▸ **WORK TASK**
Your response should consist of every line below, reproduced without alteration.

▸ **TASK INPUTS**
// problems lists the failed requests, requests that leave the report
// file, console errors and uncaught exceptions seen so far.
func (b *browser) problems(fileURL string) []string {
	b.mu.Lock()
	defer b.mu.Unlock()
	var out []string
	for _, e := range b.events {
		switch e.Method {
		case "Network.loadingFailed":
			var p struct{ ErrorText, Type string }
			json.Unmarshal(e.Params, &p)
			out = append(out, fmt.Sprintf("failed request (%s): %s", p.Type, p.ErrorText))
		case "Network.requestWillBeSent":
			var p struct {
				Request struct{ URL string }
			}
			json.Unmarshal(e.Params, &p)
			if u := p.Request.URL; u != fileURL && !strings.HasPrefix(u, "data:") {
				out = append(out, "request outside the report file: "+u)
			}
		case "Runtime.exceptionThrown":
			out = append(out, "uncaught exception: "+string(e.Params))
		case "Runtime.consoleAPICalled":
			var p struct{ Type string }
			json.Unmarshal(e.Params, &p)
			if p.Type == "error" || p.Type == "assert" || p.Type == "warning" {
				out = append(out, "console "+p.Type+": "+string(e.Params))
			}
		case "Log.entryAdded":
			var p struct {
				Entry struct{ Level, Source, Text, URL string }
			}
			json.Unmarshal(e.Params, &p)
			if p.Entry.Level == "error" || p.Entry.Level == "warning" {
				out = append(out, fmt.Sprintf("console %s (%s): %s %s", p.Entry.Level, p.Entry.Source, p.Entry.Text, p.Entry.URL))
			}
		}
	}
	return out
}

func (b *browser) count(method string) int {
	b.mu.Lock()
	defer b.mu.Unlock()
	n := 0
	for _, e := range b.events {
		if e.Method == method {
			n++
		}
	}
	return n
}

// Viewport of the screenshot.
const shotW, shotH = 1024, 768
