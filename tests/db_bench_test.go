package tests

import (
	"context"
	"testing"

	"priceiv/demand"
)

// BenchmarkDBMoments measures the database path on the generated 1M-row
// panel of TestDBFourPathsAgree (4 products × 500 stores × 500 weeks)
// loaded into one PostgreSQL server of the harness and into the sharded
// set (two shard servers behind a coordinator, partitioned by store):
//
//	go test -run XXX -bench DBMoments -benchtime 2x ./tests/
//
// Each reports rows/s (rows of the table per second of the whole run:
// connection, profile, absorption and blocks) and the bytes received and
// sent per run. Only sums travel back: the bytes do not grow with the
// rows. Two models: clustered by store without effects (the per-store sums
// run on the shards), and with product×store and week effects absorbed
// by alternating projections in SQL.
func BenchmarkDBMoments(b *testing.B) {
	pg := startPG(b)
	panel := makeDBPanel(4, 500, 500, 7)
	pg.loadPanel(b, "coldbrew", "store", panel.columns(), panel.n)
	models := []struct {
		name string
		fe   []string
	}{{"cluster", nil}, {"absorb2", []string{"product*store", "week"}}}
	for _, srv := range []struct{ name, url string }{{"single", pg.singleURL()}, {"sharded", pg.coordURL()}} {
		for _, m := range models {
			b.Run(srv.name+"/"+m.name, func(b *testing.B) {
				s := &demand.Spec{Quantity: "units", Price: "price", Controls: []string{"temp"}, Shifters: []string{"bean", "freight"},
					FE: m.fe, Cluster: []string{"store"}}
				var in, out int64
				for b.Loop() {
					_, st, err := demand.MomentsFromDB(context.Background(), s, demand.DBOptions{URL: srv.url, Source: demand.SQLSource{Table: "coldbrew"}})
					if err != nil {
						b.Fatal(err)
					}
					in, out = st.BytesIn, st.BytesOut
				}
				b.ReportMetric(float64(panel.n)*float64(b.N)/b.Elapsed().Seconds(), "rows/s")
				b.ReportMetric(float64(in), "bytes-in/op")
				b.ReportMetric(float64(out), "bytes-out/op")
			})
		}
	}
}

▸ **COMPLETED TASK**
// problems lists the failed requests, requests that leave the report
// file, console errors and uncaught exceptions seen so far.
func (b *browser) problems(fileURL string) []string {
	b.mu.Lock()
	defer b.mu.Unlock()
	var out []string
	for _, e := range b.events {
		switch e.Method {
		case "Network.loadingFailed":
			var p struct{ ErrorText, Type string }
			json.Unmarshal(e.Params, &p)
			out = append(out, fmt.Sprintf("failed request (%s): %s", p.Type, p.ErrorText))
		case "Network.requestWillBeSent":
			var p struct {
				Request struct{ URL string }
			}
			json.Unmarshal(e.Params, &p)
			if u := p.Request.URL; u != fileURL && !strings.HasPrefix(u, "data:") {
				out = append(out, "request outside the report file: "+u)
			}
		case "Runtime.exceptionThrown":
			out = append(out, "uncaught exception: "+string(e.Params))
		case "Runtime.consoleAPICalled":
			var p struct{ Type string }
			json.Unmarshal(e.Params, &p)
			if p.Type == "error" || p.Type == "assert" || p.Type == "warning" {
				out = append(out, "console "+p.Type+": "+string(e.Params))
			}
		case "Log.entryAdded":
			var p struct {
				Entry struct{ Level, Source, Text, URL string }
			}
			json.Unmarshal(e.Params, &p)
			if p.Entry.Level == "error" || p.Entry.Level == "warning" {
				out = append(out, fmt.Sprintf("console %s (%s): %s %s", p.Entry.Level, p.Entry.Source, p.Entry.Text, p.Entry.URL))
			}
		}
	}
	return out
}

func (b *browser) count(method string) int {
	b.mu.Lock()
	defer b.mu.Unlock()
	n := 0
	for _, e := range b.events {
		if e.Method == method {
			n++
		}
	}
	return n
}

// Viewport of the screenshot.
const shotW, shotH = 1024, 768
filename tests/db_bench_test.go
package tests

import (
	"context"
	"testing"

	"priceiv/demand"
)

// BenchmarkDBMoments measures the database path on the generated 1M-row
// panel of TestDBFourPathsAgree (4 products × 500 stores × 500 weeks)
// loaded into one PostgreSQL server of the harness and into the sharded
// set (two shard servers behind a coordinator, partitioned by store):
//
//	go test -run XXX -bench DBMoments -benchtime 2x ./tests/
//
// Each reports rows/s (rows of the table per second of the whole run:
// connection, profile, absorption and blocks) and the bytes received and
// sent per run. Only sums travel back: the bytes do not grow with the
// rows. Two models: clustered by store without effects (the per-store sums
// run on the shards), and with product×store and week effects absorbed
// by alternating projections in SQL.
func BenchmarkDBMoments(b *testing.B) {
	pg := startPG(b)
	panel := makeDBPanel(4, 500, 500, 7)
	pg.loadPanel(b, "coldbrew", "store", panel.columns(), panel.n)
	models := []struct {
		name string
		fe   []string
	}{{"cluster", nil}, {"absorb2", []string{"product*store", "week"}}}
	for _, srv := range []struct{ name, url string }{{"single", pg.singleURL()}, {"sharded", pg.coordURL()}} {
		for _, m := range models {
			b.Run(srv.name+"/"+m.name, func(b *testing.B) {
				s := &demand.Spec{Quantity: "units", Price: "price", Controls: []string{"temp"}, Shifters: []string{"bean", "freight"},
					FE: m.fe, Cluster: []string{"store"}}
				var in, out int64
				for b.Loop() {
					_, st, err := demand.MomentsFromDB(context.Background(), s, demand.DBOptions{URL: srv.url, Source: demand.SQLSource{Table: "coldbrew"}})
					if err != nil {
						b.Fatal(err)
					}
					in, out = st.BytesIn, st.BytesOut
				}
				b.ReportMetric(float64(panel.n)*float64(b.N)/b.Elapsed().Seconds(), "rows/s")
				b.ReportMetric(float64(in), "bytes-in/op")
				b.ReportMetric(float64(out), "bytes-out/op")
			})
		}
	}
}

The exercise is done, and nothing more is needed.